Religion is a useful, even a necessary opiate- a sedative protecting
us from excessive anxiety and agitation and from those who, like Marx,
thrive on agitation and therefore hate the sedative and would replace
it by the murderer's hashish. But the sedative is needed not only against
Marx's Ismailitic exploitation-it is needed ,until the patient can take his
medicine. There is hardly much danger that we will become overly
addicted to it. On the contrary, the difficulty is to evoke the faith that
makes religion effective. But this is a different problem. Surely, even
if the trend of history is "inevitably" away from religion, you would
not be addicted enough to Marxian logic to infer that you have to
approve of this trend; and once you see the social danger, you will find
a number of policies to oppose the trend.
If
religion does not reconcile us to the suffering and the "injustices"

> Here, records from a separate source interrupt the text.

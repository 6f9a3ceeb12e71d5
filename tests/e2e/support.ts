// End-to-end harness: the production build served by the real Express app on a real
// database seeded with the demo, driven by Debian's Chromium through playwright-core.
import fs from 'node:fs';
import type { AddressInfo } from 'node:net';
import path from 'node:path';
import AxeBuilder from '@axe-core/playwright';
import { eq } from 'drizzle-orm';
import type { Browser, BrowserContext, Page } from 'playwright-core';
import { afterAll, beforeAll, beforeEach, expect } from 'vitest';
import { localDateOf } from '#shared/domain/local-dates';
import { DEMO_COLLECTION, DEMO_PASSWORD } from '../../server/access/demo-people';
import { invites, memberships } from '../../server/db/schema/collections';
import { users } from '../../server/db/schema/users';
import { startPaymentFake, type PaymentFake } from '../../server/payment-fake/payment-fake';
import { seedDemo } from '../../server/seed/demo';
import { launchBrowser } from '../chromium';
import { createTestContext, type TestContext } from '../setup/test-app';

export const distDir = path.resolve(import.meta.dirname, '../../dist');
export const screenshotsDir = path.resolve(import.meta.dirname, '../../test-results/screenshots');

export interface E2eServer {
  ctx: TestContext;
  /** Sales — payments: the local fake of the card payment service the app pays through. */
  paymentFake: PaymentFake;
  baseUrl: string;
  /** Seeds the demo afresh when the collection's local day has turned since the last seed. */
  reseedIfDayTurned(): Promise<void>;
  /** Stops answering (connections refused), as a server out of reach does. */
  stop(): Promise<void>;
  /** Answers again on the same address. */
  resume(): Promise<void>;
  close(): Promise<void>;
}

const demoToday = () => localDateOf(new Date(), DEMO_COLLECTION.timeZone);

export async function startServer(): Promise<E2eServer> {
  if (!fs.existsSync(path.join(distDir, 'index.html')))
    throw new Error('No production build: run `vite build` first (npm test does).');
  let baseUrl = '';
  const paymentFake = await startPaymentFake();
  const ctx = await createTestContext({
    distDir,
    publicUrl: undefined,
    payments: {
      secretKey: paymentFake.secretKey,
      webhookSecret: paymentFake.webhookSecret,
      apiUrl: paymentFake.url,
    },
  });
  await seedDemo(ctx.database.db, { bcryptCost: 10 });
  let seededFor = demoToday();
  const listen = (port: number) =>
    new Promise<import('node:http').Server>((resolve) => {
      const s = ctx.app.listen(port, '127.0.0.1', () => resolve(s));
    });
  let server: import('node:http').Server | null = await listen(0);
  const port = (server.address() as AddressInfo).port;
  baseUrl = `http://127.0.0.1:${port}`;
  paymentFake.setWebhookTarget(`${baseUrl}/api/payments/webhook`);
  const stop = async () => {
    if (!server) return;
    const s = server;
    server = null;
    s.closeAllConnections();
    await new Promise((r) => s.close(r));
  };
  return {
    ctx,
    paymentFake,
    baseUrl,
    // The demo's round is relative to the day it was seeded; a run that crosses local midnight
    // would otherwise find yesterday's fed animals gone from today's round.
    async reseedIfDayTurned() {
      if (demoToday() === seededFor) return;
      await seedDemo(ctx.database.db, { bcryptCost: 10, reset: true });
      seededFor = demoToday();
    },
    stop,
    async resume() {
      server ??= await listen(port);
    },
    async close() {
      await stop();
      await ctx.close();
      await paymentFake.stop();
    },
  };
}

/** A phone-sized page (360 × 740) that fails the test on any console error from the app. */
export async function phonePage(
  browser: Browser,
): Promise<{ context: BrowserContext; page: Page; consoleErrors: string[] }> {
  const context = await browser.newContext({
    viewport: { width: 360, height: 740 },
    deviceScaleFactor: 2,
    hasTouch: true,
    isMobile: true,
  });
  const page = await context.newPage();
  const consoleErrors: string[] = [];
  page.on('console', (msg) => {
    // 401 from /api/auth/me on a signed-out start is expected; the browser logs every failed fetch.
    if (msg.type() === 'error' && !/status of 401/.test(msg.text())) consoleErrors.push(msg.text());
  });
  page.on('pageerror', (err) => consoleErrors.push(err.message));
  return { context, page, consoleErrors };
}

/**
 * The test app's public address is http://rackside.test (links in e-mails, the payment
 * service's way back): in this browser context they lead to the e2e server instead.
 */
export async function followPublicLinks(context: BrowserContext, baseUrl: string) {
  await context.route('http://rackside.test/**', (route) =>
    route.fulfill({
      status: 302,
      headers: { location: route.request().url().replace('http://rackside.test', baseUrl) },
    }),
  );
}

/**
 * axe-core: no serious or critical violation (WCAG 2.2 A/AA rules). In a theme other than the
 * first, only the rules a theme can change: themes set colours and nothing else (src/index.css),
 * so names, roles, structure and target sizes were checked in the first.
 */
export async function expectAccessible(page: Page, label: string, theme?: string) {
  const builder = new AxeBuilder({ page });
  if (theme && theme !== 'light') builder.withRules(['color-contrast', 'link-in-text-block']);
  else builder.withTags(['wcag2a', 'wcag2aa', 'wcag21a', 'wcag21aa', 'wcag22aa']);
  const results = await builder.analyze();
  const bad = results.violations.filter((v) => v.impact === 'serious' || v.impact === 'critical');
  expect(
    bad.map(
      (v) => `${label}: ${v.id} — ${v.help} (${v.nodes.map((n) => n.target.join(' ')).join(', ')})`,
    ),
  ).toEqual([]);
}

export async function screenshot(page: Page, name: string) {
  fs.mkdirSync(screenshotsDir, { recursive: true });
  await page.screenshot({ path: path.join(screenshotsDir, `${name}.png`), fullPage: false });
}

/** Registers the usual hooks: one seeded server and one browser for the whole test file. */
export function useE2e(): { readonly server: E2eServer; readonly browser: Browser } {
  const env = {} as { server: E2eServer; browser: Browser };
  beforeAll(async () => {
    env.server = await startServer();
    ({ browser: env.browser } = await launchBrowser());
  });
  beforeEach(() => env.server.reseedIfDayTurned());
  afterAll(async () => {
    await env.browser?.close();
    await env.server?.close();
  });
  return env;
}

/** Signs a demo person in through the form and waits for Today. */
export async function signInAsDemo(page: Page, baseUrl: string, email: string) {
  await page.goto(`${baseUrl}/sign-in`);
  await page.getByLabel('E-mail').fill(email);
  await page.getByLabel('Password').fill(DEMO_PASSWORD);
  await page.getByRole('button', { name: 'Sign in' }).click();
  await page.waitForURL('**/today');
}

/** The demo helper's cover runs now (a day either side), and they have read the safety page. */
export async function startDemoHelpersCover(server: E2eServer) {
  const db = server.ctx.database.db;
  const [helper] = await db
    .select({ id: users.id })
    .from(users)
    .where(eq(users.email, 'helper@northlight.test'));
  const now = Date.now();
  await db
    .update(memberships)
    .set({
      startsAt: new Date(now - 86_400_000),
      endsAt: new Date(now + 86_400_000),
      safetyAcknowledgedAt: new Date(now),
    })
    .where(eq(memberships.userId, helper!.id));
  // The owner's cover page lists the cover from its invite: the same days there.
  await db
    .update(invites)
    .set({ startsAt: new Date(now - 86_400_000), endsAt: new Date(now + 86_400_000) })
    .where(eq(invites.acceptedBy, helper!.id));
}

inherent in life, men will try to eliminate them. But it is better to
promise the meek that they shall inherit the earth than to allow power–
hungry fanatics to invite them to conquer it. For the meek will always
be with us, but the Utopian attempt and the necessary failure spell
tyranny. We may have to admit with Faust:
So haben wir mit hoellischen Latwergen
in diesen Thaelern diesen Bergen
weit schlimmer als die Pest getobt.
Ich habe selbst das Gift an tausende gegeben;
Sie welkten hin, ich muss erIeben
dass man die frechen Moerder lobt.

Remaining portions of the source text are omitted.